Take a breath. How much did your ribcage move, and where? Take another breath, this time without moving your ribs quite as much. The unpleasant, hard-to-breathe sensation? That’s what restricted rib motion feels like, whether the restrictions are from connective tissue constriction, pain, posture, or habit.
Since we take approximately 24,000 breaths in a day, even small changes in our respiratory efficiency will have cumulative and far-reaching body-mind effects. Fortunately, this multiplying effect works both ways: not only can breath resections make us feel bad, but even small, incremental improvements in rib freedom can improve well-being on many levels.
Restricted rib motion can arise from the usual things that cause us to lose mobility: stress, postural and habitual stance, inactivity, disease, pain, or injury. No matter what the cause, skilled hands-on work can be an effective way to help re-establish lost motion. I’ll discuss four techniques for restoring ribcage mobility, taken from Advanced-Trainings.com’s Advanced Myofascial Techniques series. We’ll begin with the back.

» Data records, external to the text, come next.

__all__ = [
    "normality",
    "homogeneity",
    "skew_kurtosis",
    "levene_test",
    "fligner_test",
    "bartlett_from_cells",
    "sd_ratio_null_quantile",
    "NEEDS_DATA",
]

NEEDS_DATA = "needs the raw data (only cell summaries were given)"
SMALL_SKEW, MODERATE_SKEW, LARGE_SKEW = 0.5, 1.0, 2.0
SMALL_KURT, MODERATE_KURT, LARGE_KURT = 1.0, 3.0, 7.0
PER_CELL_MIN_N = 8
SHAPIRO_MAX_N = 5000
K2_MIN_N = 20
CLT_CELL_N = 30
RATIO_UNEQUAL_N = 1.5
PAIRING_RHO = 0.5
_STEPS = ("ok", "note", "warning", "serious")


_num = json_float


def _step(sev: str, by: int) -> str:
    return _STEPS[min(max(_STEPS.index(sev) + by, 0), len(_STEPS) - 1)]


def _worse(a: str, b: str) -> str:
    return a if _STEPS.index(a) >= _STEPS.index(b) else b


def _cell_labels(fit: Fit, mask: np.ndarray) -> list[list[str]]:
    c = fit.cells
    return [[c.levels_a[j], c.levels_b[k]] for j, k in zip(*np.nonzero(mask))]


# ---------------------------------------------------------------------------
# normality
# ---------------------------------------------------------------------------

def skew_kurtosis(x: np.ndarray) -> dict:
    """Adjusted skewness G1 and excess kurtosis G2 with exact normal-theory SEs.

    G1 = g1 sqrt(n(n-1))/(n-2) and G2 = ((n+1) g2 + 6)(n-1)/((n-2)(n-3)) with
    g1 = m3/m2^1.5, g2 = m4/m2^2 - 3 (Joanes & Gill 1998; equal to
    scipy.stats.skew / kurtosis with bias=False).  Under normality
    SE(G1) = sqrt(6n(n-1)/((n-2)(n+1)(n+3))) and
    SE(G2) = 2 SE(G1) sqrt((n^2-1)/((n-3)(n+5))) (exact variances of these
    estimators for a normal sample; common practice).
    """
    x = np.asarray(x, dtype=float)
    n = x.size
    if n < 4:
        return {"n": n, "skewness": None, "skewness_se": None, "excess_kurtosis": None, "excess_kurtosis_se": None}
    d = x - x.mean()
    d = d - d.mean()
    d = d / pow2_scale(d)              # exact power of two: no overflow / underflow in d^4
    m2 = float(np.mean(d * d))
    if m2 == 0.0:
        return {"n": n, "skewness": None, "skewness_se": None, "excess_kurtosis": None, "excess_kurtosis_se": None}
    m3 = float(np.mean(d * d * d))
    m4 = float(np.mean((d * d) ** 2))
    g1 = m3 / m2 ** 1.5
    g2 = m4 / (m2 * m2) - 3.0
    G1 = g1 * math.sqrt(n * (n - 1.0)) / (n - 2.0)
    G2 = ((n + 1.0) * g2 + 6.0) * (n - 1.0) / ((n - 2.0) * (n - 3.0))
    ses = math.sqrt(6.0 * n * (n - 1.0) / ((n - 2.0) * (n + 1.0) * (n + 3.0)))
    sek = 2.0 * ses * math.sqrt((n * n - 1.0) / ((n - 3.0) * (n + 5.0)))
    return {"n": n, "skewness": G1, "skewness_se": ses, "excess_kurtosis": G2, "excess_kurtosis_se": sek}


def _anderson(x: np.ndarray) -> dict:
    """Anderson-Darling A^2 for normality (parameters estimated), its 5%
    critical value (Stephens 1974: 0.787 / (1 + 4/n - 25/n^2), the value
    scipy.stats.anderson tabulates) and, where this scipy offers it, the p
    interpolated from those tables (clipped to [0.01, 0.15])."""
    n = x.size
    crit5 = 0.787 / (1.0 + 4.0 / n - 25.0 / (n * n))
    p = None
    try:
        res = stats.anderson(x, dist="norm", method="interpolate")
        stat, p = float(res.statistic), float(res.pvalue)
    except TypeError:  # scipy < 1.17: no p-value option
        import warnings

        with warnings.catch_warnings():
            warnings.simplefilter("ignore")
            res = stats.anderson(x, dist="norm")
        stat = float(res.statistic)
    return {"statistic": _num(stat), "critical_5pct": crit5, "p_interpolated": _num(p),
            "reject_5pct": bool(stat > crit5)}


def _residuals_used(fit: Fit) -> tuple[np.ndarray, np.ndarray, list]:
    """Full-model residuals of observations in cells with n >= 2."""
    counts = fit.cells.counts.ravel()
    cell = fit.obs.cell
    keep = counts[cell] >= 2
    return fit.resid_full[keep], cell[keep], _cell_labels(fit, fit.cells.counts == 1)


def normality(fit: Fit) -> Diagnostic:
    """Normality of the full-model residuals, graded by size (see module table).

    values keys: n, excluded_single_cells, shapiro {statistic, p} or None,
    shapiro_reason, dagostino_k2 {statistic, p} or None, dagostino_reason,
    anderson {statistic, critical_5pct, p_interpolated, reject_5pct},
    skewness, skewness_se, excess_kurtosis, excess_kurtosis_se, size_band,
    any_test_rejects, min_cell_n, per_cell [{a, b, n, W, p}], per_cell_min_n,
    per_cell_rejects_05.
    """
    if fit.obs is None:
        return Diagnostic(id="normality", severity="note",
                          summary=f"Normality of residuals {NEEDS_DATA}; it cannot be checked from cell "
                                  "means and SDs.", values={"reason": NEEDS_DATA})
    r, cell, singles = _residuals_used(fit)
    r = r / pow2_scale(r)              # every statistic below is scale-free; divide exactly by 2^e
    n = int(r.size)
    base = {"n": n, "excluded_single_cells": singles}
    if n < 4 or not np.any(r != 0):
        return Diagnostic(id="normality", severity="note",
                          summary="Too few non-zero residuals to check normality; the interaction test rests on "
                                  "the normality assumption unchecked.",
                          values={**base, "reason": "fewer than 4 residuals from cells with n >= 2"})
    v = dict(base)
    if 3 <= n <= SHAPIRO_MAX_N:
        w = stats.shapiro(r)
        v["shapiro"] = {"statistic": _num(w.statistic), "p": _num(w.pvalue)}
        v["shapiro_reason"] = None
    else:
        v["shapiro"] = None
        v["shapiro_reason"] = f"Shapiro-Wilk not computed: n = {n} is above {SHAPIRO_MAX_N} (Royston's algorithm limit)"
    if n >= K2_MIN_N:
        k2 = stats.normaltest(r)
        v["dagostino_k2"] = {"statistic": _num(k2.statistic), "p": _num(k2.pvalue)}
        v["dagostino_reason"] = None
    else:
        v["dagostino_k2"] = None
        v["dagostino_reason"] = f"D'Agostino-Pearson K^2 not computed: n = {n} is below {K2_MIN_N}"
    v["anderson"] = _anderson(r)
    sk = skew_kurtosis(r)
    for key in ("skewness", "skewness_se", "excess_kurtosis", "excess_kurtosis_se"):
        v[key] = _num(sk[key])
    G1 = abs(sk["skewness"] or 0.0)
    G2 = abs(sk["excess_kurtosis"] or 0.0)
    if G1 < SMALL_SKEW and G2 < SMALL_KURT:
        band = "small"
    elif G1 < MODERATE_SKEW and G2 < MODERATE_KURT:
        band = "moderate"
    elif G1 < LARGE_SKEW and G2 < LARGE_KURT:
        band = "large"
    else:
        band = "severe"
    v["size_band"] = band
    ps = [t["p"] for t in (v["shapiro"], v["dagostino_k2"]) if t is not None and t["p"] is not None]
    rejects = any(p < 0.05 for p in ps) or v["anderson"]["reject_5pct"]
    v["any_test_rejects"] = bool(rejects)
    counts = fit.cells.counts
    used_n = counts[counts >= 2]
    v["min_cell_n"] = int(used_n.min())
    # per-cell Shapiro-Wilk on cells large enough to mean something
    per = []
    order = np.argsort(cell, kind="stable")
    rs, cs = r[order], cell[order]
    starts = np.searchsorted(cs, np.arange(counts.size))
    K = fit.cells.K
    for c_idx in np.flatnonzero((counts.ravel() >= PER_CELL_MIN_N) & (counts.ravel() <= SHAPIRO_MAX_N)):
        x = rs[starts[c_idx]:starts[c_idx] + counts.flat[c_idx]]
        if np.ptp(x) == 0:
            continue
        w = stats.shapiro(x)
        per.append({"a": fit.cells.levels_a[c_idx // K], "b": fit.cells.levels_b[c_idx % K],
                    "n": int(x.size), "W": _num(w.statistic), "p": _num(w.pvalue)})
    v["per_cell"] = per
    v["per_cell_min_n"] = PER_CELL_MIN_N
    v["per_cell_rejects_05"] = sum(1 for d in per if d["p"] is not None and d["p"] < 0.05)

    sev = {"small": "ok", "moderate": "note", "large": "warning", "severe": "serious"}[band]
    if not rejects and band in ("small", "moderate"):
        sev = "ok"
    low_power = not rejects and n < 20
    if low_power:
        sev = _worse(sev, "note")
    clt = bool(v["min_cell_n"] >= CLT_CELL_N)
    if clt and sev in ("warning", "serious"):
        sev = _step(sev, -1)
    v["clt_downgrade"] = clt
    f2 = lambda x: "not available" if x is None or not math.isfinite(x) else f"{x:.2f}"  # noqa: E731
    desc = (f"skewness {f2(sk['skewness'])} (SE {f2(sk['skewness_se'])}), excess kurtosis "
            f"{f2(sk['excess_kurtosis'])} (SE {f2(sk['excess_kurtosis_se'])})")
    if band == "small":
        what = ("residuals look close to normal" if not rejects else
                "a test detects non-normality but it is small in size (large N makes trivial departures significant)")
        cons = "no concern for the interaction F"
    elif band == "moderate":
        what = "residuals depart moderately from normal" if rejects else "residuals look roughly normal"
        cons = ("the interaction F is usually robust to this, more so with equal cell sizes"
                if rejects else "no clear concern for the interaction F")
    else:
        what = f"residuals depart {'strongly' if band == 'large' else 'severely'} from normal"
        cons = ("the cells are large enough (n >= 30) for the F test's level to hold, but power is lost"
                if clt else "the interaction F p-value may be off; compare with the robust and resampling methods of this audit")
    tail = "; with fewer than 20 residuals the tests have little power" if low_power else ""
    summary = f"Normality: {what} ({desc}): {cons}{tail}."
    return Diagnostic(id="normality", severity=sev, summary=summary, values=v)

Your work with rib restrictions will be more effective if you take time to release the larger, more superficial rib structures first. Within the erector spinae group, the iliocostalis and longissimus thoracis connect ribs to other structures and will restrict breath mobility when tight (and both connective tissue tightness and high muscle tone are common here). You will also find it easier to assess the movement of the ribs themselves in the subsequent techniques if you release the erector spinae group first.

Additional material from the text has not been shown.